■ Assigned task: Go line by line through the records below. Copy whichever lines contain the string "outside".

■ Dataset entries:
* * * * *

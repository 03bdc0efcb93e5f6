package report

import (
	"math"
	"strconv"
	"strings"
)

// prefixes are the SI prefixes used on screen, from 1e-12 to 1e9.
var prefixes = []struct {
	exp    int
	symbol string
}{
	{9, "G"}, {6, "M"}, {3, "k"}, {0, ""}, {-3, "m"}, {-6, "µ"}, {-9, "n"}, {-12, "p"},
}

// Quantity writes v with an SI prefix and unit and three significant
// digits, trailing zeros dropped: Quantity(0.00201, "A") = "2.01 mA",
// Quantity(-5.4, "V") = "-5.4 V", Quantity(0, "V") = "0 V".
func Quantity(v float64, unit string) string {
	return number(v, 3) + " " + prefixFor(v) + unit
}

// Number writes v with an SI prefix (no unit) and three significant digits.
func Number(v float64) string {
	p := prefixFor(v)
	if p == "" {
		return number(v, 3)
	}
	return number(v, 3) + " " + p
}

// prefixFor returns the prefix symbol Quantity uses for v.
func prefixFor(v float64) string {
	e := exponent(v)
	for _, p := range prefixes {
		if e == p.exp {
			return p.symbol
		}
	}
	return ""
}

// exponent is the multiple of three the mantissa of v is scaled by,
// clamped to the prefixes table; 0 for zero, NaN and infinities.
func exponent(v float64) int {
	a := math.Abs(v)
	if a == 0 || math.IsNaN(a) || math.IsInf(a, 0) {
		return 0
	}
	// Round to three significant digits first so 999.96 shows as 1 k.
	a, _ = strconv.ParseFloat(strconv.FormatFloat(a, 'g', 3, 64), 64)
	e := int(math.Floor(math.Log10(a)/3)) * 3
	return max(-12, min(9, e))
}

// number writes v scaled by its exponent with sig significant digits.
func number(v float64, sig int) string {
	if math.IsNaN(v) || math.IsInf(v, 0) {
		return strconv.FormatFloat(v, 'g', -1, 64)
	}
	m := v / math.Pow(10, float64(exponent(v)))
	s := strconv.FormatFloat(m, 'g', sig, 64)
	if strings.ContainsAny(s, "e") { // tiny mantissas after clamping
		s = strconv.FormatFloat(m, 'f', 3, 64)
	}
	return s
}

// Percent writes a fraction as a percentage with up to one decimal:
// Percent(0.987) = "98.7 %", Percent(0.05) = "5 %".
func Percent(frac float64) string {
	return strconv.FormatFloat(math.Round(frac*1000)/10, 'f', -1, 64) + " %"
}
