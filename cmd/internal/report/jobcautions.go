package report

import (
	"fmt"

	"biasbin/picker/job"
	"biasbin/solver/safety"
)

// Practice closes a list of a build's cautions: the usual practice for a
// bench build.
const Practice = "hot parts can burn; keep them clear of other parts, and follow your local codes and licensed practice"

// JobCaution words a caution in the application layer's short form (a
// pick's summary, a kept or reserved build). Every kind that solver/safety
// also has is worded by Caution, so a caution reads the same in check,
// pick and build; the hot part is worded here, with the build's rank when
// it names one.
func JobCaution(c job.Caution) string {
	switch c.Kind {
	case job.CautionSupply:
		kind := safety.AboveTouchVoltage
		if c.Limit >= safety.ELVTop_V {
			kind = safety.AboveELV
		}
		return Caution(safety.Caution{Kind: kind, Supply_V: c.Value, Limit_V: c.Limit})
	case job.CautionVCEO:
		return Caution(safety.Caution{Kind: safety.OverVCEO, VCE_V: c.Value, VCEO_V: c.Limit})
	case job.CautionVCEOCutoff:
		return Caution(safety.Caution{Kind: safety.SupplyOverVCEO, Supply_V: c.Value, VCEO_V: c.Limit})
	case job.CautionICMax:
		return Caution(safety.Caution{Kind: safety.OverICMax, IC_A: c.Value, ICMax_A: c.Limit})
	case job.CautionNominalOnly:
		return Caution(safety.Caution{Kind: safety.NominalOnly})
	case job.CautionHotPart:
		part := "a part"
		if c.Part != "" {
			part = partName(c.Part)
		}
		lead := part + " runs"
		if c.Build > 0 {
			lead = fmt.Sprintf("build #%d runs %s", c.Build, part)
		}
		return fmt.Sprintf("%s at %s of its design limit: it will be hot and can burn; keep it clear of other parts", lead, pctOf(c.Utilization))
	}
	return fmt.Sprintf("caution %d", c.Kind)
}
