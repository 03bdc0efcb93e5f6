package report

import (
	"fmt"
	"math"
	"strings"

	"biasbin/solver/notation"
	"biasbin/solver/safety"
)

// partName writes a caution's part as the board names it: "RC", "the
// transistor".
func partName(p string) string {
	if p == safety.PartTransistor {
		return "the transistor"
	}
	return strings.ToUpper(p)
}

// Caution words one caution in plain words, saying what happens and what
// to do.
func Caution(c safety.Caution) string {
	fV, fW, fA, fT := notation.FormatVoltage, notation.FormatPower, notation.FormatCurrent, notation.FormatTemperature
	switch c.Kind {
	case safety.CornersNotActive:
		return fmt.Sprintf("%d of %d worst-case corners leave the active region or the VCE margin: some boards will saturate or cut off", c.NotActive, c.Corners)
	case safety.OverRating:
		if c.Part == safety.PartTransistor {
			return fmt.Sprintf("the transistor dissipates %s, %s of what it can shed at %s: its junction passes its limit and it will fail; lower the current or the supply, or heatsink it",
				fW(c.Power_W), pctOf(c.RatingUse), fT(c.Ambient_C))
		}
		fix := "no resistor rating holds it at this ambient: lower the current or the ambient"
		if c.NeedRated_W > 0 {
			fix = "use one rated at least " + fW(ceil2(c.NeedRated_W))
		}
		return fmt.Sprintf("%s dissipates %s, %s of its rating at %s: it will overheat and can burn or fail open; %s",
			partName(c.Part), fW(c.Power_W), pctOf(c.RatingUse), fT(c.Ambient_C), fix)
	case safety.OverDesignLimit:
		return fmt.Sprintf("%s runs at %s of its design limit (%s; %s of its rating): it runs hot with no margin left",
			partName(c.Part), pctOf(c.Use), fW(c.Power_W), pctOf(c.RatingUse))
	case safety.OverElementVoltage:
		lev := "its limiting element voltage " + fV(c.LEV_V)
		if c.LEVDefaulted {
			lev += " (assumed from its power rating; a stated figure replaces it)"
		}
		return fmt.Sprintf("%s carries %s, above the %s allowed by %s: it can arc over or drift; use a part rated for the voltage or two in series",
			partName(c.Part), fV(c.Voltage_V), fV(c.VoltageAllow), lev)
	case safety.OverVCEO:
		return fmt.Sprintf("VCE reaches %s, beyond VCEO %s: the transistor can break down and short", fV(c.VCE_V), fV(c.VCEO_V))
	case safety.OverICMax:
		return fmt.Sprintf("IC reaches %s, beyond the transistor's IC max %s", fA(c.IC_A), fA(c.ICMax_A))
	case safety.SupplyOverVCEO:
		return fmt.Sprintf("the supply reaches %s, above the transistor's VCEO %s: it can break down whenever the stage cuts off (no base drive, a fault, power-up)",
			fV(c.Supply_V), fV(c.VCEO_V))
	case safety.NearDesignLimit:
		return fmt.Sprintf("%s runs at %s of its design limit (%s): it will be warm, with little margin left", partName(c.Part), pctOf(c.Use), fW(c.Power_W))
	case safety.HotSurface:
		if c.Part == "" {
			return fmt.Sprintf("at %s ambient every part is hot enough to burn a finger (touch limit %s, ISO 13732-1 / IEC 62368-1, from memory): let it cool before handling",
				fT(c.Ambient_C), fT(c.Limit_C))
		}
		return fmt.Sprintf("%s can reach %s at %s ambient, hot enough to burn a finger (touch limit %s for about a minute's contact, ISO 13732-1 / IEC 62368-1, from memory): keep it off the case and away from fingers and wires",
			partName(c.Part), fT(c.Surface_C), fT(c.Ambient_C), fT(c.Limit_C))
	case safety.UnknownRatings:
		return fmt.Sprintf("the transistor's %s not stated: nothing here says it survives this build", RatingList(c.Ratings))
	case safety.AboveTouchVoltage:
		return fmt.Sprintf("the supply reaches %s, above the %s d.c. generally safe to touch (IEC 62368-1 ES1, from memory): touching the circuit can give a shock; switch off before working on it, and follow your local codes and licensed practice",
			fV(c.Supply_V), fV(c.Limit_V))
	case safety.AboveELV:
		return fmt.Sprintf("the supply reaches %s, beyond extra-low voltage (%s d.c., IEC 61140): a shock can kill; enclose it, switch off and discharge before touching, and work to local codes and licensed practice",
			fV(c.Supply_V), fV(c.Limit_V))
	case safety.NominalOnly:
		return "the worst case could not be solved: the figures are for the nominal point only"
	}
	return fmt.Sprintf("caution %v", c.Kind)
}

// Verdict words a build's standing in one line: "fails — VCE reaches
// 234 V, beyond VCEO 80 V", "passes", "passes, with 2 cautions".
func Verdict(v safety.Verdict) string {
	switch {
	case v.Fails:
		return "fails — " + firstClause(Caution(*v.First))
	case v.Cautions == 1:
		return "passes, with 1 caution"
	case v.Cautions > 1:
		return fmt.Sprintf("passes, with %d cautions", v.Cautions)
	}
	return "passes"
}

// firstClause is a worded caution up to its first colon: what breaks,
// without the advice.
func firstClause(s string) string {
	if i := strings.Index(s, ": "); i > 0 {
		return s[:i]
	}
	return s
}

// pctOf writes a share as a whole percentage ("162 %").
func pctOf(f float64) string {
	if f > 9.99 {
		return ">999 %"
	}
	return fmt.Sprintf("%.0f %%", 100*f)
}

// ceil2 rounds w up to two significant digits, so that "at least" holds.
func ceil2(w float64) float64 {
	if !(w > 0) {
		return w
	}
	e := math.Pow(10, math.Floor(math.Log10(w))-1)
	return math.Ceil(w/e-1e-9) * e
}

* * * * *

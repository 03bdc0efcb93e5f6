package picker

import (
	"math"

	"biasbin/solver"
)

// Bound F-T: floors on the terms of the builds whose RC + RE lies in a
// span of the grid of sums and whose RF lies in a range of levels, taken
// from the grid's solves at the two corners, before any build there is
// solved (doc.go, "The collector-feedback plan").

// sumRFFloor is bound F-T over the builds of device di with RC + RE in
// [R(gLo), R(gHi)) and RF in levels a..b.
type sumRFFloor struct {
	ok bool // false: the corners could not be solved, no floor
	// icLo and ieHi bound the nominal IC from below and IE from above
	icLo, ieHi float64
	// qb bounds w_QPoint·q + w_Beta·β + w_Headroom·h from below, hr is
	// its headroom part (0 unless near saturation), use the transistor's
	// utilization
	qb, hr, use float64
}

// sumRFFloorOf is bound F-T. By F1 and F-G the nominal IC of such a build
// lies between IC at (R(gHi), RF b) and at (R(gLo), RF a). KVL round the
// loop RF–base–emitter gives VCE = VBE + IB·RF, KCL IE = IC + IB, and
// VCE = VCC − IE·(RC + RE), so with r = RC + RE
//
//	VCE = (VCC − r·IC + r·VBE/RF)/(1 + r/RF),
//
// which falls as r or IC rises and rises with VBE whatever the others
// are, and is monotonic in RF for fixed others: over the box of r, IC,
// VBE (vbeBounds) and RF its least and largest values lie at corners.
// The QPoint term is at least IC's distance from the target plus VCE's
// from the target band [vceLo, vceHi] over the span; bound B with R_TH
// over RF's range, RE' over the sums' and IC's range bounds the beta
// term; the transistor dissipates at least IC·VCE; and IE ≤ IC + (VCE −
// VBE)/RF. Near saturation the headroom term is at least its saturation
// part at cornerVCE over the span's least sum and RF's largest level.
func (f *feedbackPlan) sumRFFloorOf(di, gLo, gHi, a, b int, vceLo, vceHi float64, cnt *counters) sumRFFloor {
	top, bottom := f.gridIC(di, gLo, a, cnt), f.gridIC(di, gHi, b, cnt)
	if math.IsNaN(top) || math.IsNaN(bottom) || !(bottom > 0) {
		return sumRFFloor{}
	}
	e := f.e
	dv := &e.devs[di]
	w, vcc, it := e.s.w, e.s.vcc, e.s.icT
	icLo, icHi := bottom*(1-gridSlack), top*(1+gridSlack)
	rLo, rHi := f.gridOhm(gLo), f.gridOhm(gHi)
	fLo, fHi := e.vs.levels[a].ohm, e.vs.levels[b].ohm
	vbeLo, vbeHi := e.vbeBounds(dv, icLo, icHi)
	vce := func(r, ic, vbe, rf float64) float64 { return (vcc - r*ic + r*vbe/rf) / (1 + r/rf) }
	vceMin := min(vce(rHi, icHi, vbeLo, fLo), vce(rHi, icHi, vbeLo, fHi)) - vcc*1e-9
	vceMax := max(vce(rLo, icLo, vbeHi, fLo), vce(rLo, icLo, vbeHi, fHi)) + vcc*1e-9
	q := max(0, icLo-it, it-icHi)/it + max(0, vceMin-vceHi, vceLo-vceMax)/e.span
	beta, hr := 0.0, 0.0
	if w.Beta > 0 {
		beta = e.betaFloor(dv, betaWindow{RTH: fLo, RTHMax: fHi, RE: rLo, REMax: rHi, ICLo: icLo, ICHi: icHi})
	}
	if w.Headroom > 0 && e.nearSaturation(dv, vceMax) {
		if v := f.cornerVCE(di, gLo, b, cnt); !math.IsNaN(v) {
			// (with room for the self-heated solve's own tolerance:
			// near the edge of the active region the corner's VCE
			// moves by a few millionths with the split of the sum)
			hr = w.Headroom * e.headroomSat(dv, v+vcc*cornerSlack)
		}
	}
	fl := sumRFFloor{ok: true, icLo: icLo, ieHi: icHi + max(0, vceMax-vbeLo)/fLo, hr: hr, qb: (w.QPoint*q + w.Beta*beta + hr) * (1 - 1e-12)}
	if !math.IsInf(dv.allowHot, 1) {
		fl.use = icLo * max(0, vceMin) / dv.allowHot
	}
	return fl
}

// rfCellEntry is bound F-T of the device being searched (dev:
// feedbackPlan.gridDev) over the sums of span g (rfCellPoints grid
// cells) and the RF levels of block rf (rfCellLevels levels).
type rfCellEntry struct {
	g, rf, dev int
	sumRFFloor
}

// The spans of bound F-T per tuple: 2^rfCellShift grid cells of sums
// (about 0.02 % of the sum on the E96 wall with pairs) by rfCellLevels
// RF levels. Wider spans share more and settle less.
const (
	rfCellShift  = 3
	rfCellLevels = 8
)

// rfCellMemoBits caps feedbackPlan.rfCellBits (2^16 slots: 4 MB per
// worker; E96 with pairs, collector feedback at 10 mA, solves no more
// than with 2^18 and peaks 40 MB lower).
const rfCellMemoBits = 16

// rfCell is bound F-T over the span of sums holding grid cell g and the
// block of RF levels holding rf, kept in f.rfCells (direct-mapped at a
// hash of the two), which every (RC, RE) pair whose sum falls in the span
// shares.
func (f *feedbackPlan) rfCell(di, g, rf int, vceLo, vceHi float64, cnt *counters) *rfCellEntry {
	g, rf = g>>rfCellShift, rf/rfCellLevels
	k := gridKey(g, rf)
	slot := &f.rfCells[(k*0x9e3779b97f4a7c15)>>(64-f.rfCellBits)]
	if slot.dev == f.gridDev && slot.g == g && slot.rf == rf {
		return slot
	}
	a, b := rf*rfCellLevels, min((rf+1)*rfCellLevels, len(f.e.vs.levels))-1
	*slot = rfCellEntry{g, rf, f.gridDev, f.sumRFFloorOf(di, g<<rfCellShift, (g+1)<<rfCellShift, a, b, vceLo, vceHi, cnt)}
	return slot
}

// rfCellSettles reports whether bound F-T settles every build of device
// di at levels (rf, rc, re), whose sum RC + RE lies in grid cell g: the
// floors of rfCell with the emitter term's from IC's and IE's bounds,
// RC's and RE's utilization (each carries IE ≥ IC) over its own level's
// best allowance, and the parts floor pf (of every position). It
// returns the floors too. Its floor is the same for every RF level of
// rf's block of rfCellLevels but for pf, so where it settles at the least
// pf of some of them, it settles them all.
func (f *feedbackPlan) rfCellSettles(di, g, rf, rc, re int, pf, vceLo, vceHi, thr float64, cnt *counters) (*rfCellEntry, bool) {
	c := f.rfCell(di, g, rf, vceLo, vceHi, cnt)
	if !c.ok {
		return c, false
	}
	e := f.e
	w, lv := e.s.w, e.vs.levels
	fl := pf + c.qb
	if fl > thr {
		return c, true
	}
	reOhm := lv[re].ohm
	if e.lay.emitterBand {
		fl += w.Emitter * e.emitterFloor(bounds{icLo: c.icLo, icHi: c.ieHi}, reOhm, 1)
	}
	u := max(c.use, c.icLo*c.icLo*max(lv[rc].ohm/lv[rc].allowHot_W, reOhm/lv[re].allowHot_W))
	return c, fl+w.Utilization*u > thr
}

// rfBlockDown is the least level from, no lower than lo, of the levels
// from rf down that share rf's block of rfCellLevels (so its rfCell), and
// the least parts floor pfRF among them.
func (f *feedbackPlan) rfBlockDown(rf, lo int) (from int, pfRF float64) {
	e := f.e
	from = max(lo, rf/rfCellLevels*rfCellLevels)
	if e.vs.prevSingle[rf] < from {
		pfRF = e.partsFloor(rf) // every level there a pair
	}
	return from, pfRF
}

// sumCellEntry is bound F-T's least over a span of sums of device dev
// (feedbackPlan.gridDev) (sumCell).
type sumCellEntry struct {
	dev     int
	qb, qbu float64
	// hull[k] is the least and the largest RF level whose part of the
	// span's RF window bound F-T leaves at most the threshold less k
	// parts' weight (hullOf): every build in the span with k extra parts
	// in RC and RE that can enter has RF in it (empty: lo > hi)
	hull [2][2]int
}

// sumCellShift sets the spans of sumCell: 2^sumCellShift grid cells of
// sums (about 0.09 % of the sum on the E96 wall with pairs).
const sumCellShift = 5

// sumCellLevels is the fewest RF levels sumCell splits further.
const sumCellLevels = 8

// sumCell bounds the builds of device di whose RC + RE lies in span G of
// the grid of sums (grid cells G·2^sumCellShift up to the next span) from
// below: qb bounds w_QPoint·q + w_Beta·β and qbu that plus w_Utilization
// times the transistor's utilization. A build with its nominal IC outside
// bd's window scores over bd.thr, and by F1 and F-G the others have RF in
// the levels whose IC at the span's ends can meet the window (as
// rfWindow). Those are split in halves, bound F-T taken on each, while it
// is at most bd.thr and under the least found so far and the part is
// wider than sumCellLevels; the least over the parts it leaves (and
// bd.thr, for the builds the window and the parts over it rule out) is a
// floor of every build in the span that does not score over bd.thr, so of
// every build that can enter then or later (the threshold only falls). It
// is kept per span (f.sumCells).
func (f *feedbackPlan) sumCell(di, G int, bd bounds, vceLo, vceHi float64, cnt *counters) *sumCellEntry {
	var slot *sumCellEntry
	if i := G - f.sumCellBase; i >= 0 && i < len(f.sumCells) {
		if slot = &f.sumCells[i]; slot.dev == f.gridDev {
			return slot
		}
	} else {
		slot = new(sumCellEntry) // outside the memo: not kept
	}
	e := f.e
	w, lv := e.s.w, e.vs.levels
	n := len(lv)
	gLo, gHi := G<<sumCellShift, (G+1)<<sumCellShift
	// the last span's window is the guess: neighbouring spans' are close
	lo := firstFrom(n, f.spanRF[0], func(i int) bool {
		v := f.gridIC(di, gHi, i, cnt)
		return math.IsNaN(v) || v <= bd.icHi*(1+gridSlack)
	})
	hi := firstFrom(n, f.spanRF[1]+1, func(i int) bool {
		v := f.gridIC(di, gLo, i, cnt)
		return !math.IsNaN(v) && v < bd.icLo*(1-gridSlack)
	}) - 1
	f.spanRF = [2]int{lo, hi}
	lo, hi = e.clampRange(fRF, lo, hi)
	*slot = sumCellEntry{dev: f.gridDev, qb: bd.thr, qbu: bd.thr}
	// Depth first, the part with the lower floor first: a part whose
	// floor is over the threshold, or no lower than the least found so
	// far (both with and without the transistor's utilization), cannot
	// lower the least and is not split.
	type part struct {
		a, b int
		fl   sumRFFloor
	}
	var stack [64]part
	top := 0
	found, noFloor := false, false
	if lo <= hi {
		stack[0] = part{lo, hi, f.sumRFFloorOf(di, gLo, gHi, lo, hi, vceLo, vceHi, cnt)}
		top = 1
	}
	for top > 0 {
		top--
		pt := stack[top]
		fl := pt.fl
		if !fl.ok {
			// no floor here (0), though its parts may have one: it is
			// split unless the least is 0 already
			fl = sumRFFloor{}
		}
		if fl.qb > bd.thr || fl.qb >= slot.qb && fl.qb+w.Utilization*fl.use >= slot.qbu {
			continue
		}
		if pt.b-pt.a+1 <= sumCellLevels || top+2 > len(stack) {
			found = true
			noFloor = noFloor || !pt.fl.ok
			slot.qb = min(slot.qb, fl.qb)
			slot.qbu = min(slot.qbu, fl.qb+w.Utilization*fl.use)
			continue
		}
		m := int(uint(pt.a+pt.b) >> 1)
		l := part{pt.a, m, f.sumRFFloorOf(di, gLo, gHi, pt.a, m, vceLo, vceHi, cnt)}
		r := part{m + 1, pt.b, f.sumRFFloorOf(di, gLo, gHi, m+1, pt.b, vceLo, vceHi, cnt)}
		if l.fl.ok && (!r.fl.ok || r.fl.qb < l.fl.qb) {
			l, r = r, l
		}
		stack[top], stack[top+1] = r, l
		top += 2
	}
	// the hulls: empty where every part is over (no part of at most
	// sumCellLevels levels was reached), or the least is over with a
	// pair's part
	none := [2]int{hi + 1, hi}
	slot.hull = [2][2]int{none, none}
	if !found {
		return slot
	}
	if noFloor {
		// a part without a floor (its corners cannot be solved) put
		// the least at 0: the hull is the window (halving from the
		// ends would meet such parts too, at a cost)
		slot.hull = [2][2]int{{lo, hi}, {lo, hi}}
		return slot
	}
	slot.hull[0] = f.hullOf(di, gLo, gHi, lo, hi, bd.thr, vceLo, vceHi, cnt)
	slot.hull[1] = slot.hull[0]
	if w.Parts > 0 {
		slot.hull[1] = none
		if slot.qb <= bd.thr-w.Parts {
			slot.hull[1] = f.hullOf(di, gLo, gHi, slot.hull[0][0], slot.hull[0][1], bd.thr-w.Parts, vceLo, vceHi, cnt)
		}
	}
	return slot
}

* * * * *

■ Solved problem:
// times the transistor's utilization. A build with its nominal IC outside
		slot = new(sumCellEntry) // outside the memo: not kept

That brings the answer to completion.